That's a killer point right there. Although I'd substitute "majority" for "public."

----------


## Blurock

> Doesn't COSATU have a big stake in e-tv?


Correct, but COSATU is not the government, although they have a big say in what they expect from government.

----------


## Dave A

> Originally Posted by Dave A
> 
> 
> Doesn't COSATU have a big stake in e-tv?
> 
> 
> Correct, but COSATU is not the government, although they have a big say in what they expect from government.


Well, my point in raising that is there was no sign of COSATU meddling with editorial direction or control on e-tv News. So perhaps the following isn't cause for undue concern...




> The COSATU and some of its affiliates make up a large portion of Sekunjalo Independent Media's (SIM) shareholding.


... at least on the press freedom front.

In other aspects to consider, I've always seen COSATU's strategy of pursuing shareholdings in companies as a potential cause for inappropriate conflicts of interests on an owner vs worker representative level - but that's something rather different from press freedom concerns.

----------

Blurock (27-Jun-13)

----------


## polpak

What stops a major shareholder determined to meddle with same corporations best practice reporting ?


Need post so all read, hear, understand the "best practice" ideals, for all to measure selves and peers against. 


Often easier to consider what needs doing, by considering how others do similar things. 

Then ask where can this be done better ?  



With media ownership helps to report and discuss things like the UK investigations and hearings into Murdoch 
media alleged abusive or unlawful access to people's personal mobile phones as one extreme of going astray. 




Australia's Fairfax media became subject of media reports with Australia's wealthiest woman became a shareholder when  
refused a seat on their board due concerns she was not prepared to abide by the Fairfax established Codes of Conduct 
was raising concerns she may interfere perhaps restrict journalist's independence, proclaimed intent and ability to report  
then publish, news without fear or favour.    

Fairfax codes: 

http://www.fairfaxmedia.com.au/corpo...governance.dot


Australian Media independence was publicly under challenge:
http://www.abc.net.au/lateline/conte...3/s3753829.htm



Australia's ABC program MediaWatch is for critical examination of the media:  

http://www.abc.net.au/mediawatch/

From time to time they acknowledge to educate with examples of good journalism.


Any similar SA programs ?





Those wishing live in a perfect world, need start living as if their world already perfect, try fixing parts they come 
across which fail to meet expected standards.

----------


## vieome

I think in the age of social networking, cellphone network communications, freedom of the Press is not as important as it was in the past. We actually have situations where countries with no Press Freedom had revolutions spark from social networking. So my opinion Press freedom is the thinking of the past, as press freedom really lost its way with the emergence of Large Media corporations. The freedom we have to worry about in this new age is internet freedom, social networking freedom, cellphone communication freedom and protection of personal information freedom. The real dangers are social networks where the user becomes the product.   


Foot Note!
An Example on why press freedom is aged- Say in a given society with Press Freedom, and in that Freedom the Press Prints Negatives about Leaders, and by and large the majority ignore those negatives and continue to worship given Leaders. In a Press Free society there will always be 2 sides to the story, and the majority will always accept the side they want to be True.

----------


## Dave A

> I think in the age of social networking, cellphone network communications, freedom of the Press is not as important as it was in the past.

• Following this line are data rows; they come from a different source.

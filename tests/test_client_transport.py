"""The Python client's transports on a real ``keepset serve`` (TCP, Unix socket and shared
memory at once): sync and async, shared-memory picks equal ``.npy`` picks in every dtype, the
segment grows, one segment per pick in flight, and nothing is left in the folder after close."""

from __future__ import annotations

import asyncio
import shutil
from collections.abc import Iterator
from pathlib import Path
from typing import Any

import ml_dtypes
import numpy as np
import pytest
from conftest import DEMO_KEYS, ROOT, Server, start_server, stop_server

from service.client import AsyncClient, Client, KeepsetError, PickReply

KEY = DEMO_KEYS["prompt-book-app"]


@pytest.fixture(scope="module")
def folders(tmp_path_factory: pytest.TempPathFactory) -> tuple[Path, Path]:
    root = Path(tmp_path_factory.mktemp("ct"))
    (root / "shm").mkdir()
    return root / "shm", root / "k.sock"


@pytest.fixture(scope="module")
def served(
    tmp_path_factory: pytest.TempPathFactory, folders: tuple[Path, Path]
) -> Iterator[Server]:
    shm_dir, sock = folders
    registry = Path(tmp_path_factory.mktemp("ct-registry")) / "policies"
    shutil.copytree(ROOT / "policies", registry)
    running = start_server(registry, workers=1, uds=sock, KEEPSET_SHM_DIR=str(shm_dir))
    yield running
    stop_server(running)


def same(reply: PickReply) -> tuple[Any, ...]:
    """What the same seed and inputs must reproduce (request_id differs)."""
    return reply.policy, reply.version, reply.arm, reply.seed, reply.tokens, reply.rows


def batch(b: int, v: int = 3000, seed: int = 0) -> np.ndarray:
    return (np.random.default_rng(seed).standard_normal((b, v)) * 3).astype(np.float32)


@pytest.mark.parametrize("dtype", ["float32", "float16", "bfloat16"])
def test_sync_shm_and_uds_equal_tcp_npy(
    served: Server, folders: tuple[Path, Path], dtype: Any
) -> None:
    shm_dir, sock = folders
    logits = batch(4)
    kw: dict[str, Any] = {"seed": 5, "routing_key": "u-1", "history": [[1, 2]] * 4}
    kw["adjust"] = {"temperature": 0.9}
    with Client(served.base_url, KEY, dtype=dtype) as tcp:
        expected = same(tcp.pick(logits, **kw))
    with Client("http://keepset", KEY, uds=sock, shm_dir=shm_dir, dtype=dtype) as both:
        assert same(both.pick(logits, **kw)) == expected
        assert len(list(shm_dir.iterdir())) == 1
    with Client("http://keepset", KEY, uds=sock, dtype=dtype) as over_uds:
        assert same(over_uds.pick(logits, **kw)) == expected
    assert not list(shm_dir.iterdir()), "close removes the client's segment"
    # What the server decided is the pick of the values the dtype can carry.
    carried = {"float32": np.float32, "float16": np.float16, "bfloat16": ml_dtypes.bfloat16}
    with Client(served.base_url, KEY) as plain:
        rounded = logits.astype(carried[dtype]).astype(np.float32)
        assert same(plain.pick(rounded, **kw)) == expected


def test_segment_is_reused_and_grows(served: Server, folders: tuple[Path, Path]) -> None:
    shm_dir, _ = folders
    with Client(served.base_url, KEY, shm_dir=shm_dir) as ks, Client(served.base_url, KEY) as ref:
        names = set()
        for b, v in ((1, 100), (8, 20_000), (2, 50), (8, 20_000)):
            logits = batch(b, v, seed=b)
            assert same(ks.pick(logits, seed=1, routing_key="g")) == same(
                ref.pick(logits, seed=1, routing_key="g")
            )
            names |= {p.name for p in shm_dir.iterdir()}
        assert len(names) == 1
        (segment,) = shm_dir.iterdir()
        assert segment.stat().st_size >= 8 * 20_000 * 4
        # A refused pick (no finite logit: 422) keeps the segment for the next one.
        with pytest.raises(KeepsetError) as refused:
            ks.pick(np.full((1, 10), -np.inf, np.float32))
        assert refused.value.status == 422
        assert [p.name for p in shm_dir.iterdir()] == [segment.name]
    assert not list(shm_dir.iterdir())


def test_a_refused_pick_over_the_socket_keeps_the_segment(
    served: Server, folders: tuple[Path, Path]
) -> None:
    """Over the Unix socket too, sync and async: the answer is read after the segment's lease,
    so a refused pick (422) leaves the segment for the next one."""
    shm_dir, sock = folders
    refused = np.full((1, 10), -np.inf, np.float32)
    with Client("http://keepset", KEY, uds=sock, shm_dir=shm_dir) as ks:
        ks.pick(batch(1, 100), seed=1)
        before = sorted(p.name for p in shm_dir.iterdir())
        with pytest.raises(KeepsetError) as sync_error:
            ks.pick(refused)
        assert sync_error.value.status == 422
        assert sorted(p.name for p in shm_dir.iterdir()) == before

    async def run() -> None:
        async with AsyncClient("http://keepset", KEY, uds=sock, shm_dir=shm_dir) as ks:
            await ks.pick(batch(1, 100), seed=1)
            before = sorted(p.name for p in shm_dir.iterdir())
            with pytest.raises(KeepsetError) as async_error:
                await ks.pick(refused)
            assert async_error.value.status == 422
            assert sorted(p.name for p in shm_dir.iterdir()) == before

    asyncio.run(run())
    assert not list(shm_dir.iterdir())


def test_a_folder_the_server_does_not_share_is_a_404(served: Server, tmp_path: Path) -> None:
    with Client(served.base_url, KEY, shm_dir=tmp_path) as ks, pytest.raises(KeepsetError) as e:
        ks.pick(batch(1))
    assert e.value.status == 404 and "no segment named" in e.value.problem["detail"]


def test_async_shm_and_uds(served: Server, folders: tuple[Path, Path]) -> None:
    shm_dir, sock = folders

    async def run() -> None:
        inputs = [batch(2, 4000, seed=s) for s in range(6)]
        async with AsyncClient(served.base_url, KEY) as tcp:
            expected = [
                same(await tcp.pick(x, seed=i, routing_key="a")) for i, x in enumerate(inputs)
            ]
        async with AsyncClient(
            "http://keepset", KEY, uds=sock, shm_dir=shm_dir, dtype="bfloat16"
        ) as ks:
            together = await asyncio.gather(
                *(ks.pick(x, seed=i, routing_key="a") for i, x in enumerate(inputs))
            )
            # Six picks in flight at once could not share one segment.
            assert 1 < len(list(shm_dir.iterdir())) <= 6
        async with AsyncClient("http://keepset", KEY, uds=sock, dtype="bfloat16") as npy:
            via_npy = [
                same(await npy.pick(x, seed=i, routing_key="a")) for i, x in enumerate(inputs)
            ]
        assert [same(r) for r in together] == via_npy
        async with AsyncClient("http://keepset", KEY, uds=sock, shm_dir=shm_dir) as f32:
            assert [
                same(await f32.pick(x, seed=i, routing_key="a")) for i, x in enumerate(inputs)
            ] == expected

    asyncio.run(run())
    assert not list(shm_dir.iterdir())


@pytest.mark.parametrize("dtype", ["float32", "float16", "bfloat16"])
def test_logits_written_in_place_equal_npy_picks(
    served: Server, folders: tuple[Path, Path], dtype: Any
) -> None:
    # A caller that writes its logits straight into the client's shared block: the picks
    # equal .npy picks of the same stored values, step after step in the same block, sync and
    # async, and closing the block removes its segment.
    from service.dtypes import to_wire

    shm_dir, sock = folders
    steps = [batch(3, 2500, seed=s) for s in range(3)]
    with Client(served.base_url, KEY, dtype=dtype) as tcp:
        expected = [same(tcp.pick(x, seed=s, routing_key="w")) for s, x in enumerate(steps)]
    with Client("http://keepset", KEY, uds=sock, shm_dir=shm_dir) as ks:
        with ks.shared_logits(3, 2500, dtype) as block:
            assert block.array.dtype == {"float32": "<f4", "float16": "<f2"}.get(dtype, "<u2")
            got = []
            for s, x in enumerate(steps):
                block.array[:] = to_wire(x, dtype)
                got.append(same(ks.pick(block, seed=s, routing_key="w")))
            assert got == expected
            assert len(list(shm_dir.iterdir())) == 1, "the block's segment only; no copy made"
        assert not list(shm_dir.iterdir())

    async def run() -> list[tuple[Any, ...]]:
        async with AsyncClient("http://keepset", KEY, uds=sock, shm_dir=shm_dir) as ks:
            with ks.shared_logits(3, 2500, dtype) as block:
                out = []
                for s, x in enumerate(steps):
                    block.array[:] = to_wire(x, dtype)
                    out.append(same(await ks.pick(block, seed=s, routing_key="w")))
                return out

    assert asyncio.run(run()) == expected
    assert not list(shm_dir.iterdir())


def test_shared_logits_need_a_shared_folder(served: Server) -> None:
    with Client(served.base_url, KEY) as ks, pytest.raises(ValueError, match="shm_dir"):
        ks.shared_logits(1, 10)


def test_closing_a_block_whose_array_is_still_held(
    served: Server, folders: tuple[Path, Path]
) -> None:
    # A caller may keep a reference to block.array; closing must still remove the segment.
    shm_dir, sock = folders
    with Client("http://keepset", KEY, uds=sock, shm_dir=shm_dir) as ks:
        block = ks.shared_logits(2, 100)
        held = block.array
        block.close()
        assert not list(shm_dir.iterdir())
        del held


def test_unix_picks_survive_a_server_restart_and_report_failures_as_httpx_errors(
    tmp_path: Path, registry: Path
) -> None:
    # Sync picks over the Unix socket skip httpx: a kept connection the server closed (here by
    # restarting) is replaced before the next pick, nothing is sent twice, and failures come as
    # the httpx errors the rest of the client raises.
    import httpx

    sock = tmp_path / "k.sock"
    logits = batch(2, 500)
    ks = Client("http://keepset", KEY, uds=sock, timeout=10)
    first = start_server(registry, workers=1, uds=sock)
    try:
        before = same(ks.pick(logits, seed=3, routing_key="r"))
    finally:
        stop_server(first)
    second = start_server(registry, workers=1, uds=sock)
    try:
        # The connection kept from the first server is dead; the pick goes on a new one.
        assert same(ks.pick(logits, seed=3, routing_key="r")) == before
        with pytest.raises(KeepsetError) as refused:
            ks.pick(np.full((1, 10), -np.inf, np.float32))
        assert refused.value.status == 422 and refused.value.problem["status"] == 422
        assert same(ks.pick(logits, seed=3, routing_key="r")) == before
    finally:
        stop_server(second)
    with pytest.raises(httpx.ConnectError):
        ks.pick(logits, seed=3, routing_key="r")  # nothing listens now
    ks.close()


def test_unix_picks_with_descriptors_above_1023(served: Server, folders: tuple[Path, Path]) -> None:
    # A busy caller holds many files; the kept connection's check must not be limited to
    # descriptors below 1024 (select's limit).
    import os
    import resource

    _, sock = folders
    soft, hard = resource.getrlimit(resource.RLIMIT_NOFILE)
    if hard != resource.RLIM_INFINITY and hard < 1200:
        pytest.skip(f"the hard limit on open files is {hard}")
    resource.setrlimit(resource.RLIMIT_NOFILE, (max(soft, 1200), hard))
    spare = [os.open(os.devnull, os.O_RDONLY) for _ in range(1100)]
    try:
        with Client("http://keepset", KEY, uds=sock) as ks:
            first = same(ks.pick(batch(1, 300), seed=2, routing_key="fd"))
            assert same(ks.pick(batch(1, 300), seed=2, routing_key="fd")) == first
    finally:
        for fd in spare:
            os.close(fd)
        resource.setrlimit(resource.RLIMIT_NOFILE, (soft, hard))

The trouble with social networking / social media is there isn't any significant pre-publication editorial control, which means most often information isn't up to "journalism" standards. (And yes, I concede that even "journalism" standards may vary and at times be of exceptionally dubious standard).

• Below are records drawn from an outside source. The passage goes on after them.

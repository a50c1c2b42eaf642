"""The Grafana dashboard in deploy/grafana: well formed, imported with a datasource input, and
every query reads only metrics keepset exports or recording rules keepset-rules.yml defines."""

from __future__ import annotations

import importlib
import json
import re
import shutil
import subprocess
from collections.abc import Iterator
from pathlib import Path
from typing import Any

import pytest
import yaml
from prometheus_client import REGISTRY

ROOT = Path(__file__).resolve().parents[1]
DASHBOARD = ROOT / "deploy" / "grafana" / "keepset-dashboard.json"
RULES = ROOT / "deploy" / "prometheus" / "keepset-rules.yml"
INSTALL_HINT = "run deploy/prometheus/install-prometheus.sh (CI does)"

# Grafana fills these in itself; any other $name must be a templating variable.
GRAFANA_BUILTINS = {"__rate_interval", "__interval", "__range", "__all"}
# Values a variable may take, for turning a panel query into plain PromQL.
SAMPLE_VALUES = {
    "__rate_interval": "1m",
    "__interval": "30s",
    "__range": "6h",
    "job": "keepset",
    "policy": "box-office",
    "version": "1",
    "client": "usher-desk",
    "endpoint": "/v1/pick",
}

_STRING = re.compile(r'"(?:[^"\\]|\\.)*"|\'(?:[^\'\\]|\\.)*\'|`[^`]*`')
_MATCHERS = re.compile(r"\{[^{}]*\}")
_RANGE = re.compile(r"\[[^\]]*\]")
_LABEL_LIST = re.compile(r"\b(?:by|without|on|ignoring|group_left|group_right)\s*\([^)]*\)")
_VARIABLE = re.compile(r"\$\{?(\w+)\}?")
_DURATION = re.compile(r"\b\d+(?:\.\d+)?(?:ms|[smhdwy])\b")
_NUMBER = re.compile(r"\b\d+(?:\.\d+)?(?:[eE][+-]?\d+)?\b")
_IDENTIFIER = re.compile(r"[A-Za-z_:][A-Za-z0-9_:]*")
_KEYWORDS = {
    "and",
    "or",
    "unless",
    "by",
    "without",
    "on",
    "ignoring",
    "group_left",
    "group_right",
    "offset",
    "bool",
    "inf",
    "nan",
}


def promql_metric_names(expr: str) -> set[str]:
    """Metric names a PromQL expression (Grafana variables allowed) selects.

    Strings, label matchers, ranges, label lists of by/on/..., durations and numbers are
    removed first, so what is left as an identifier is either a function or aggregation
    (followed by an opening parenthesis), a keyword, or a metric name.
    """
    text = _STRING.sub(" ", expr)
    text = _MATCHERS.sub(" ", text)
    text = _RANGE.sub(" ", text)
    text = _LABEL_LIST.sub(" ", text)
    text = _VARIABLE.sub(" ", text)
    text = _DURATION.sub(" ", text)
    text = _NUMBER.sub(" ", text)
    names: set[str] = set()
    for match in _IDENTIFIER.finditer(text):
        word = match.group(0)
        if word.lower() in _KEYWORDS or text[match.end() :].lstrip().startswith("("):
            continue
        names.add(word)
    return names


def exported_sample_names() -> set[str]:
    """Sample names keepset's /metrics can carry, from the metric families it defines."""
    # service.app imports every module that defines a metric, service.metrics included.
    importlib.import_module("service.app")
    suffixes = {
        "counter": ("_total",),
        "histogram": ("_bucket", "_count", "_sum"),
        "summary": ("", "_count", "_sum"),
        "gauge": ("",),
        "info": ("_info",),
        "stateset": ("",),
        "unknown": ("",),
    }
    names: set[str] = set()
    for family in REGISTRY.collect():
        if family.name.startswith("keepset_"):
            names.update(family.name + suffix for suffix in suffixes[family.type])
    return names


def recorded_names() -> set[str]:
    groups = yaml.safe_load(RULES.read_text())["groups"]
    return {rule["record"] for group in groups for rule in group["rules"] if "record" in rule}


def load_dashboard() -> dict[str, Any]:
    data: dict[str, Any] = json.loads(DASHBOARD.read_text())
    return data


def all_panels(panels: list[dict[str, Any]]) -> Iterator[dict[str, Any]]:
    for panel in panels:
        yield panel
        yield from all_panels(panel.get("panels", []))


def panel_queries(dashboard: dict[str, Any]) -> list[tuple[str, str]]:
    """(panel title, expression) for every target of every panel."""
    return [
        (panel["title"], target["expr"])
        for panel in all_panels(dashboard["panels"])
        for target in panel.get("targets", [])
    ]


def variable_metric(query: str) -> str:
    match = re.fullmatch(r"label_values\(\s*([A-Za-z_:][\w:]*)\s*(?:\{.*\})?\s*,\s*\w+\s*\)", query)
    assert match, f"templating query is not label_values(metric{{...}}, label): {query}"
    return match.group(1)


def substitute(expr: str) -> str:
    """A panel query as the plain PromQL Grafana would send, with sample variable values."""
    return _VARIABLE.sub(lambda m: SAMPLE_VALUES[m.group(1)], expr)


def test_extractor_finds_metric_names_and_nothing_else() -> None:
    expr = (
        'histogram_quantile(0.99, sum by (job, le) (rate(keepset_a_bucket{code=~"5..", '
        'x="by (y)"}[$__rate_interval] offset 5m))) / on (job) group_left '
        "level:keepset_b:rate5m > 1e-3 and bool keepset_c"
    )
    assert promql_metric_names(expr) == {"keepset_a_bucket", "level:keepset_b:rate5m", "keepset_c"}


def test_dashboard_is_importable_with_a_prometheus_input() -> None:
    dashboard = load_dashboard()
    inputs = {item["name"]: item for item in dashboard["__inputs"]}
    assert inputs["DS_PROMETHEUS"]["type"] == "datasource"
    assert inputs["DS_PROMETHEUS"]["pluginId"] == "prometheus"
    panels = list(all_panels(dashboard["panels"]))
    ids = [panel["id"] for panel in panels]
    assert len(ids) == len(set(ids)), "panel ids must be unique"
    for panel in panels:
        if panel["type"] == "row":
            continue
        assert panel["datasource"] == {"type": "prometheus", "uid": "${DS_PROMETHEUS}"}, panel
        assert panel["targets"], f"panel {panel['title']!r} has no query"
        for target in panel["targets"]:
            assert target["datasource"]["uid"] == "${DS_PROMETHEUS}", panel["title"]
    variables = {v["name"]: v for v in dashboard["templating"]["list"]}
    assert {"policy", "version"} <= set(variables)
    for variable in variables.values():
        assert variable["datasource"]["uid"] == "${DS_PROMETHEUS}", variable["name"]


def test_dashboard_has_the_panels_operators_need() -> None:
    queries = " ".join(expr for _, expr in panel_queries(load_dashboard()))
    for needle in (
        "histogram_quantile(0.5, sum by (policy, version, le) (rate(keepset_kept_tokens_bucket",
        "histogram_quantile(0.9, sum by (policy, version, le) (rate(keepset_kept_tokens_bucket",
        "keepset_entropy_nats_bucket",
        "sum by (policy, version, reason) (rate(keepset_fallbacks_total",
        "keepset_arm_weight",
        "histogram_quantile(0.99, sum by (le) (rate(keepset_request_duration_seconds_bucket",
        'code=~"5.."',
        "keepset_collapse_active",
        "max by (client, policy, version) (keepset_guard_active",
        "keepset_guard_transitions_total",
    ):
        assert needle in queries, needle
    heatmaps = [p for p in all_panels(load_dashboard()["panels"]) if p["type"] == "heatmap"]
    assert heatmaps and all(t.get("format") == "heatmap" for p in heatmaps for t in p["targets"])


def test_dashboard_variables_are_defined() -> None:
    dashboard = load_dashboard()
    defined = {v["name"] for v in dashboard["templating"]["list"]} | GRAFANA_BUILTINS
    texts = [expr for _, expr in panel_queries(dashboard)]
    texts += [p["title"] for p in all_panels(dashboard["panels"])]
    texts += [v["definition"] for v in dashboard["templating"]["list"]]
    for text in texts:
        for name in _VARIABLE.findall(text):
            if name == "DS_PROMETHEUS":
                continue
            assert name in defined, f"${name} in {text!r} is not a dashboard variable"


def test_every_dashboard_metric_is_exported_or_recorded() -> None:
    dashboard = load_dashboard()
    exported = exported_sample_names()
    recorded = recorded_names()
    used: dict[str, str] = {}
    for title, expr in panel_queries(dashboard):
        for name in promql_metric_names(expr):
            used.setdefault(name, title)
    for variable in dashboard["templating"]["list"]:
        used.setdefault(variable_metric(variable["definition"]), f"variable {variable['name']}")
    assert used, "no metric names found: the extractor is broken"
    missing = {
        name: where
        for name, where in used.items()
        if name not in (recorded if ":" in name else exported)
    }
    assert not missing, (
        f"not exported by keepset or recorded in {RULES.name}: {missing}; exported: "
        f"{sorted(exported)}"
    )


def test_every_dashboard_query_parses(tmp_path: Path) -> None:
    # promtool parses a rule's expression with the same PromQL parser as the server, so each
    # panel query (variables filled in) becomes a throwaway recording rule to check.
    promtool = shutil.which("promtool")
    if promtool is None:
        pytest.fail(f"promtool is not installed; {INSTALL_HINT}")
    queries = panel_queries(load_dashboard())
    rules = {
        "groups": [
            {
                "name": "dashboard",
                "rules": [
                    {"record": f"dashboard:query_{i}:check", "expr": substitute(expr)}
                    for i, (_, expr) in enumerate(queries)
                ],
            }
        ]
    }
    path = tmp_path / "dashboard-queries.yml"
    path.write_text(yaml.safe_dump(rules))
    done = subprocess.run(
        [promtool, "check", "rules", str(path)], capture_output=True, text=True, timeout=60
    )
    assert done.returncode == 0, done.stdout + done.stderr
    assert f"SUCCESS: {len(queries)} rules found" in done.stdout, done.stdout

The hard fact of the matter is that while social networking / social media makes it very hard to suppress inconvenient truths, it's also very hard to suppress flagrant fiction too. Overall, this makes social media somewhat unreliable as a replacement for more structured news media. 

I really think we need both, and would see the demise of serious journalism via mainstream media structures as a significant loss to modern society.

----------

AndyD (27-Jun-13), Blurock (28-Jun-13), Mike C (28-Jun-13), pmbguy (07-Jul-13)

----------


## Blurock

What are your views on the Wikileaks and the latest disclosures by Snowden? Heros or rogues?

Are these guys acting in the interest of the people, who should be fully informed of everything their government does at all times, or are they actually assisting the forces of evil who are threatening the free world?

----------


## Dave A

> What are your views on the Wikileaks and the latest disclosures by Snowden? Heros or rogues?


Speaking for myself, a bit of both, probably - although I've yet to make up my mind on the true importance of Snowden's revelations in the grand scheme of things.

----------


## polpak

Countries with small problems turning them into bigger problems when try restrict online public discussion. 

Even China seems find responding, perhaps addressing, complaints is easier and cheaper than eliminating complaints.

----------